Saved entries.
------------------------------------------------
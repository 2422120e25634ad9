//! `POST /v1/score` and `POST /v1/score/batch`.

use std::sync::Arc;

use axum::extract::State;
use axum::http::header;
use axum::response::{IntoResponse, Response};
use serde::{Deserialize, Serialize};

use super::json::ApiJson;
use super::problem::Problem;
use super::ApiState;
use crate::model::{Factor, Model};
use crate::registry::{Arm, ScoringModels, ShareRoute};
use crate::schema::LabelKind;
use crate::schema::{FieldError, Row, RowError};
use crate::store::recorded::RecordedFeatures;
use crate::store::{ScoreRecord, ShadowScore};

/// Room for one score's answer (ids, output, five factors), so the body is written without
/// growing its buffer.
const RESPONSE_BYTES: usize = 512;

/// How long a score waits for room in the record buffer before it is refused (503): a score
/// is never answered without its record.
const RECORD_WAIT: std::time::Duration = std::time::Duration::from_secs(1);

/// Longest caller reference kept with a score.
const MAX_REF_LEN: usize = 200;

#[derive(Deserialize)]
#[serde(deny_unknown_fields)]
pub(super) struct ScoreRequest {
    /// Kept as JSON text: validated straight into column order, recorded as sent.
    features: Box<serde_json::value::RawValue>,
    #[serde(rename = "ref", default)]
    reference: Option<String>,
}

#[derive(Deserialize)]
#[serde(deny_unknown_fields)]
pub(super) struct BatchRequest {
    items: Vec<ScoreRequest>,
}

#[derive(Serialize)]
struct ScoreResponse<'a> {
    score_id: String,
    model_id: &'a str,
    /// Binary labels: the probability of 1.
    #[serde(skip_serializing_if = "Option::is_none")]
    probability: Option<f64>,
    /// Numeric labels: the predicted value.
    #[serde(skip_serializing_if = "Option::is_none")]
    prediction: Option<f64>,
    factors: Vec<Factor<'a>>,
}

/// The answer as JSON: the body and its one header set directly (a `(headers, Vec)` tuple
/// first gave the body `application/octet-stream`, then replaced it: two inserts into the
/// header map per score).
fn json_response<T: Serialize>(value: &T, capacity: usize) -> Response {
    let mut body = Vec::with_capacity(capacity);
    match serde_json::to_writer(&mut body, value) {
        Ok(()) => {
            let mut response = Response::new(axum::body::Body::from(body));
            response.headers_mut().insert(
                header::CONTENT_TYPE,
                header::HeaderValue::from_static("application/json"),
            );
            response
        }
        Err(e) => Problem::internal(e).into_response(),
    }
}

/// A request's features, validated.
struct Validated {
    row: Row,
    /// Every feature came with a value (see `Schema::parse_row_text_as_sent`): the record
    /// keeps the row's values rather than the text (see `store::recorded`).
    every_feature_sent: bool,
}

/// Validates one request into a row, with field names under `prefix`.
fn validate(
    service: &ApiState,
    request: &ScoreRequest,
    prefix: &str,
) -> Result<Validated, RowError> {
    let mut row = service
        .schema
        .parse_row_text_as_sent(request.features.get())
        .map(|(row, every_feature_sent)| Validated {
            row,
            every_feature_sent,
        })
        .map_err(|e| e.prefixed(&format!("{prefix}features.")));
    if request
        .reference
        .as_ref()
        .is_some_and(|r| r.chars().count() > MAX_REF_LEN)
    {
        let error = FieldError {
            field: format!("{prefix}ref"),
            rule: format!("at most {MAX_REF_LEN} characters"),
        };
        match &mut row {
            Ok(_) => row = Err(RowError(vec![error])),
            Err(RowError(errors)) => errors.push(error),
        }
    }
    row
}

/// The models a request may be answered by: the active model, and the shadowing candidate
/// with its traffic share when it holds one.
struct Answerers<'m> {
    active: &'m Model,
    shadow: Option<&'m Model>,
    share: Option<&'m ShareRoute>,
}

/// The answerers from the registry's guards; `None` without an active model.
fn answerers(held: &ScoringModels) -> Option<Answerers<'_>> {
    Some(Answerers {
        active: held.active.as_deref()?,
        shadow: held.shadow.as_deref(),
        share: held.share.as_deref(),
    })
}

/// Whether a model's output is an answer: a finite number, and a probability for binary
/// labels.
fn usable(model: &Model, output: f64) -> bool {
    output.is_finite() && (model.target != LabelKind::Binary || (0.0..=1.0).contains(&output))
}

/// Which model answers a row, its output and factors, and the other model's output for the
/// record.
struct Answered<'m> {
    model: &'m Model,
    scored: crate::model::Scored<'m>,
    other: Option<ShadowScore>,
    candidate_answered: bool,
}

/// Scores one validated row and queues its record. While the shadowing candidate holds a
/// traffic share and the request's sticky key falls in it, the candidate answers and the
/// active model's output rides in the record; otherwise the active model answers and the
/// candidate, if any, scores into the record only (see `registry::share` for the routing and
/// the guardrail). A candidate that fails its answer (a non-finite output or a panic) counts
/// against its arm and the active model answers instead.
fn score_row<'m>(
    service: &ApiState,
    models: &Answerers<'m>,
    validated: Validated,
    request: ScoreRequest,
) -> ScoreResponse<'m> {
    let Validated {
        row,
        every_feature_sent,
    } = validated;
    let ScoreRequest {
        features: text,
        reference,
    } = request;
    let answered = answer_row(service, models, &row, reference.as_deref());
    // What the record keeps of the features, now that the row has been scored.
    let features = if every_feature_sent {
        RecordedFeatures::Values {
            values: row,
            layout: Arc::clone(&service.record_layout),
        }
    } else {
        RecordedFeatures::Text(text)
    };
    answer(service, answered, reference, features)
}

/// The routing of [`score_row`]: which model answers `row`, and what the other one said.
fn answer_row<'m>(
    service: &ApiState,
    models: &Answerers<'m>,
    row: &Row,
    reference: Option<&str>,
) -> Answered<'m> {
    let active = models.active;
    let routed = match (models.share, models.shadow) {
        (Some(share), Some(candidate)) if share.candidate_id == candidate.id => {
            let key = share.key_of(reference, row, &service.schema);
            Some((share, candidate, share.arm_for(key.as_deref())))
        }
        _ => None,
    };
    if let Some((share, candidate, Arm::Candidate)) = routed {
        let scored =
            std::panic::catch_unwind(std::panic::AssertUnwindSafe(|| candidate.score(row)))
                .ok()
                .filter(|scored| usable(candidate, scored.output));
        note(service, share, Arm::Candidate, scored.is_none());
        return match scored {
            Some(scored) => {
                let other = active.predict(row);
                Answered {
                    model: candidate,
                    scored,
                    other: usable(active, other).then(|| ShadowScore {
                        model_id: active.id.clone(),
                        output: other,
                    }),
                    candidate_answered: true,
                }
            }
            // The candidate failed: the active model answers, and no other output is recorded.
            None => Answered {
                model: active,
                scored: active.score(row),
                other: None,
                candidate_answered: false,
            },
        };
    }
    let scored = active.score(row);
    if let Some((share, _, Arm::Active)) = routed {
        note(service, share, Arm::Active, !usable(active, scored.output));
    }
    let other = models.shadow.and_then(|candidate| {
        let output = candidate.predict(row);
        usable(candidate, output).then(|| ShadowScore {
            model_id: candidate.id.clone(),
            output,
        })
    });
    Answered {
        model: active,
        scored,
        other,
        candidate_answered: false,
    }
}

/// Counts one routed request for the guardrail; the first time it trips, the share's end is
/// logged off the response path (the routing to the candidate has already stopped).
fn note(service: &ApiState, share: &ShareRoute, arm: Arm, failed: bool) {
    let Some(trip) = share.note(arm, failed) else {
        return;
    };
    service.telemetry.observe_share_stop();
    let registry = Arc::clone(&service.registry);
    let candidate = share.candidate_id.clone();
    tracing::warn!(candidate = %candidate, evidence = %trip.describe(), "traffic share guardrail tripped");
    tokio::task::spawn_blocking(move || match registry.stop_share(&candidate, &trip) {
        Ok(Some(entry)) => {
            tracing::warn!(run_id = %entry.run_id, reason = %entry.reason, "traffic share stopped")
        }
        Ok(None) => {}
        Err(e) => {
            tracing::error!(error = %e, "the traffic share's stop could not be logged; routing to the candidate stays stopped in this process")
        }
    });
}

/// Queues the record of the answer and builds the response.
fn answer<'m>(
    service: &ApiState,
    answered: Answered<'m>,
    reference: Option<String>,
    features: RecordedFeatures,
) -> ScoreResponse<'m> {
    let Answered {
        model,
        scored,
        other,
        candidate_answered,
    } = answered;
    // The recorder assigns the id and time, in the order records are written.
    let score_id = service.recorder.push(ScoreRecord {
        score_id: String::new(),
        at: 0,
        model_id: model.id.clone(),
        reference,
        features,
        output: scored.output,
        shadow: other,
        candidate_answered,
    });
    ScoreResponse {
        score_id,
        model_id: &model.id,
        probability: (model.target == LabelKind::Binary).then_some(scored.output),
        prediction: (model.target == LabelKind::Number).then_some(scored.output),
        factors: scored.factors,
    }
}

pub(super) async fn score(
    State(service): State<Arc<ApiState>>,
    ApiJson(request): ApiJson<ScoreRequest>,
) -> Result<Response, Problem> {
    let validated = validate(&service, &request, "").map_err(Problem::invalid)?;
    if service.registry.has_no_active() {
        return Err(Problem::no_active_model());
    }
    service.recorder.reserve(1, RECORD_WAIT).await?;
    let held = service.registry.for_scoring();
    let Some(models) = answerers(&held) else {
        service.recorder.release(1);
        return Err(Problem::no_active_model());
    };
    let response = score_row(&service, &models, validated, request);
    service.telemetry.observe_scores(response.model_id, 1);
    Ok(json_response(&response, RESPONSE_BYTES))
}

pub(super) async fn score_batch(
    State(service): State<Arc<ApiState>>,
    ApiJson(batch): ApiJson<BatchRequest>,
) -> Result<Response, Problem> {
    let max = service.config.server.max_batch;
    if batch.items.len() > max {
        return Err(Problem::invalid_field(
            "items",
            format!(
                "at most {max} items (server.max_batch), got {}",
                batch.items.len()
            ),
        ));
    }
    let mut rows = Vec::with_capacity(batch.items.len());
    let mut errors = Vec::new();
    for (i, item) in batch.items.iter().enumerate() {
        match validate(&service, item, &format!("items[{i}].")) {
            Ok(row) => rows.push(row),
            Err(RowError(e)) => errors.extend(e),
        }
    }
    if !errors.is_empty() {
        return Err(Problem::invalid(RowError(errors)));
    }
    if service.registry.has_no_active() {
        return Err(Problem::no_active_model());
    }
    service.recorder.reserve(rows.len(), RECORD_WAIT).await?;
    let held = service.registry.for_scoring();
    let Some(models) = answerers(&held) else {
        service.recorder.release(rows.len());
        return Err(Problem::no_active_model());
    };
    let model = models.active;
    let shadow = models.shadow;
    #[derive(Serialize)]
    struct BatchResponse<'a> {
        results: Vec<ScoreResponse<'a>>,
    }
    let count = rows.len();
    let results: Vec<ScoreResponse> = batch
        .items
        .into_iter()
        .zip(rows)
        .map(|(item, validated)| score_row(&service, &models, validated, item))
        .collect();
    let by_active = results.iter().filter(|r| r.model_id == model.id).count();
    if by_active > 0 {
        service
            .telemetry
            .observe_scores(&model.id, by_active as u64);
    }
    if let (Some(candidate), true) = (shadow, by_active < results.len()) {
        service
            .telemetry
            .observe_scores(&candidate.id, (results.len() - by_active) as u64);
    }
    Ok(json_response(
        &BatchResponse { results },
        RESPONSE_BYTES * count,
    ))
}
------------------------------------------------
What is being asked. Lines in the data that hold "push" must be located and copied.

Task response.
            Err(RowError(errors)) => errors.push(error),
    let score_id = service.recorder.push(ScoreRecord {
            Ok(row) => rows.push(row),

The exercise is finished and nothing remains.